* **What the exercise asks**:
Transcribe the records underneath word for word, and leave no line out.
◇ ◇ ◇ ◇ ◇
"""Sections of the text report from constructed records: the table of tests, tails in words."""

from __future__ import annotations

from dataclasses import replace
from types import SimpleNamespace

import numpy as np
import pytest

from scantling.core.record import read_only
from scantling.diagnostics.battery import diagnose
from scantling.diagnostics.dependence import TestResult as Result
from scantling.diagnostics.error_findings import Finding
from scantling.diagnostics.residuals import Residuals
from scantling.diagnostics.tail_index import tail_index
from scantling.report.dependence_section import findings_table
from scantling.report.document import cautions
from scantling.report.tails_section import tail_words
from scantling.report.wording import two


@pytest.fixture(scope="module")
def names():
    """The names of all tests of the battery, as it gives them."""
    rng = np.random.default_rng(2)
    e, X = rng.standard_t(4, 300), rng.standard_normal((300, 3))
    X = (X - X.mean(axis=0)) / X.std(axis=0)
    residuals = Residuals(
        values=read_only(e - e.mean()), fitted=read_only(X[:, 0]), explained=0.5, selected=(0,),
        folds="contiguous", response_sd=1.0,
    )  # fmt: skip
    found = diagnose(X, residuals, time_ordered=True, seed=1)
    return sorted(f.result.test for f in (*found.variance, *found.dependence))


def finding(name="White", lacks="", statistic=0.5, p_value=0.5):
    result = Result(test=name, statistic=statistic, p_value=p_value, needs_moment=4,
                        method="asymptotic")  # fmt: skip
    return Finding(result=result, valid=not lacks, lacks=lacks)


@pytest.mark.parametrize("lacks", ["", "4th moment", "constant variance", "independent errors"])
def test_the_table_of_tests_is_never_wider_than_the_page(names, lacks):
    assert len(names) == 10
    rows = [finding(name, lacks, -123456.0, 1e-9) for name in names]
    lines = findings_table(tuple(rows))
    assert max(map(len, lines)) <= 80
    # And no name is cut for it.
    assert all(line.startswith(f"  {name} ") for name, line in zip(names, lines[1:], strict=True))


def test_each_test_says_what_its_p_value_lacks():
    unsteady = finding("Ljung-Box", "constant variance", 12.0, 1e-4)
    head, *lines = findings_table((finding(), unsteady))
    assert head.split() == ["Test", "statistic", "p", "lacks"]
    assert lines[0].split() == ["White", "0.5", "0.500", "nothing"]
    assert lines[1].split() == ["Ljung-Box", "12", "<", "0.001", "constant", "variance"]


def test_thin_tails_are_excluded_or_not():
    tail = tail_index(np.random.default_rng(1).standard_t(3, 600))
    shown = replace(tail, index=2.96, low=2.2, high=4.1, finite=True, p_value=0.001)
    assert tail_words(shown) == ("index 3.0 (90 % 2.2 to 4.1); thin tails are excluded (p = 0.001)")
    thin = tail_words(replace(shown, finite=False, p_value=0.4))
    assert thin.endswith("; thin tails are not excluded (p = 0.400)")


@pytest.mark.parametrize(("value", "words"), [(-0.001, "0.00"), (0.0, "0.00"), (-0.126, "-0.13")])
def test_two_decimals_without_minus_zero(value, words):
    assert two(value) == words


LAGS = "There is no time column: lags follow the order of rows in the file."
GAPS = "Rows were dropped, so lags may span more than one step of time."


@pytest.mark.parametrize(
    ("lost", "dropped", "time", "relevant", "expected"),
    [
        (4, 0, "day", 3, ()),
        (4, 0, None, 3, (LAGS,)),
        (0, 0, None, 3, ()),
        (4, 2, "day", 3, (GAPS,)),
        (4, 2, None, 2, (GAPS, LAGS)),
        (0, 2, None, 2, ()),
    ],
)
def test_cautions_of_this_design(lost, dropped, time, relevant, expected):
    made = SimpleNamespace(
        read=SimpleNamespace(rows_dropped=dropped, rows_lost=lost, names=("a", "b", "c")),
        design=SimpleNamespace(
            data=SimpleNamespace(time=time), target=SimpleNamespace(relevant=relevant)
        ),
        budget=SimpleNamespace(assured=SimpleNamespace(columns=None, note="a reason")),
        diagnosis=SimpleNamespace(warnings=("A warning.",)),
    )
    first, *rest = cautions(made)
    assert first == "A warning."
    assured = rest.index("No columns are assured: a reason.")
    assert tuple(rest[:assured]) == expected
◇ ◇ ◇ ◇ ◇
* **Worked solution**:
"""Sections of the text report from constructed records: the table of tests, tails in words."""

from __future__ import annotations

from dataclasses import replace
from types import SimpleNamespace

import numpy as np
import pytest

from scantling.core.record import read_only
from scantling.diagnostics.battery import diagnose
from scantling.diagnostics.dependence import TestResult as Result
from scantling.diagnostics.error_findings import Finding
from scantling.diagnostics.residuals import Residuals
from scantling.diagnostics.tail_index import tail_index
from scantling.report.dependence_section import findings_table
from scantling.report.document import cautions
from scantling.report.tails_section import tail_words
from scantling.report.wording import two


@pytest.fixture(scope="module")
def names():
    """The names of all tests of the battery, as it gives them."""
    rng = np.random.default_rng(2)
    e, X = rng.standard_t(4, 300), rng.standard_normal((300, 3))
    X = (X - X.mean(axis=0)) / X.std(axis=0)
    residuals = Residuals(
        values=read_only(e - e.mean()), fitted=read_only(X[:, 0]), explained=0.5, selected=(0,),
        folds="contiguous", response_sd=1.0,
    )  # fmt: skip
    found = diagnose(X, residuals, time_ordered=True, seed=1)
    return sorted(f.result.test for f in (*found.variance, *found.dependence))


def finding(name="White", lacks="", statistic=0.5, p_value=0.5):
    result = Result(test=name, statistic=statistic, p_value=p_value, needs_moment=4,
                        method="asymptotic")  # fmt: skip
    return Finding(result=result, valid=not lacks, lacks=lacks)


@pytest.mark.parametrize("lacks", ["", "4th moment", "constant variance", "independent errors"])
def test_the_table_of_tests_is_never_wider_than_the_page(names, lacks):
    assert len(names) == 10
    rows = [finding(name, lacks, -123456.0, 1e-9) for name in names]
    lines = findings_table(tuple(rows))
    assert max(map(len, lines)) <= 80
    # And no name is cut for it.
    assert all(line.startswith(f"  {name} ") for name, line in zip(names, lines[1:], strict=True))


def test_each_test_says_what_its_p_value_lacks():
    unsteady = finding("Ljung-Box", "constant variance", 12.0, 1e-4)
    head, *lines = findings_table((finding(), unsteady))
    assert head.split() == ["Test", "statistic", "p", "lacks"]
    assert lines[0].split() == ["White", "0.5", "0.500", "nothing"]
    assert lines[1].split() == ["Ljung-Box", "12", "<", "0.001", "constant", "variance"]


def test_thin_tails_are_excluded_or_not():
    tail = tail_index(np.random.default_rng(1).standard_t(3, 600))
    shown = replace(tail, index=2.96, low=2.2, high=4.1, finite=True, p_value=0.001)
    assert tail_words(shown) == ("index 3.0 (90 % 2.2 to 4.1); thin tails are excluded (p = 0.001)")
    thin = tail_words(replace(shown, finite=False, p_value=0.4))
    assert thin.endswith("; thin tails are not excluded (p = 0.400)")


@pytest.mark.parametrize(("value", "words"), [(-0.001, "0.00"), (0.0, "0.00"), (-0.126, "-0.13")])
def test_two_decimals_without_minus_zero(value, words):
    assert two(value) == words


LAGS = "There is no time column: lags follow the order of rows in the file."
GAPS = "Rows were dropped, so lags may span more than one step of time."


@pytest.mark.parametrize(
    ("lost", "dropped", "time", "relevant", "expected"),
    [
        (4, 0, "day", 3, ()),
        (4, 0, None, 3, (LAGS,)),
        (0, 0, None, 3, ()),
        (4, 2, "day", 3, (GAPS,)),
        (4, 2, None, 2, (GAPS, LAGS)),
        (0, 2, None, 2, ()),
    ],
)
def test_cautions_of_this_design(lost, dropped, time, relevant, expected):
    made = SimpleNamespace(
        read=SimpleNamespace(rows_dropped=dropped, rows_lost=lost, names=("a", "b", "c")),
        design=SimpleNamespace(
            data=SimpleNamespace(time=time), target=SimpleNamespace(relevant=relevant)
        ),
        budget=SimpleNamespace(assured=SimpleNamespace(columns=None, note="a reason")),
        diagnosis=SimpleNamespace(warnings=("A warning.",)),
    )
    first, *rest = cautions(made)
    assert first == "A warning."
    assured = rest.index("No columns are assured: a reason.")
    assert tuple(rest[:assured]) == expected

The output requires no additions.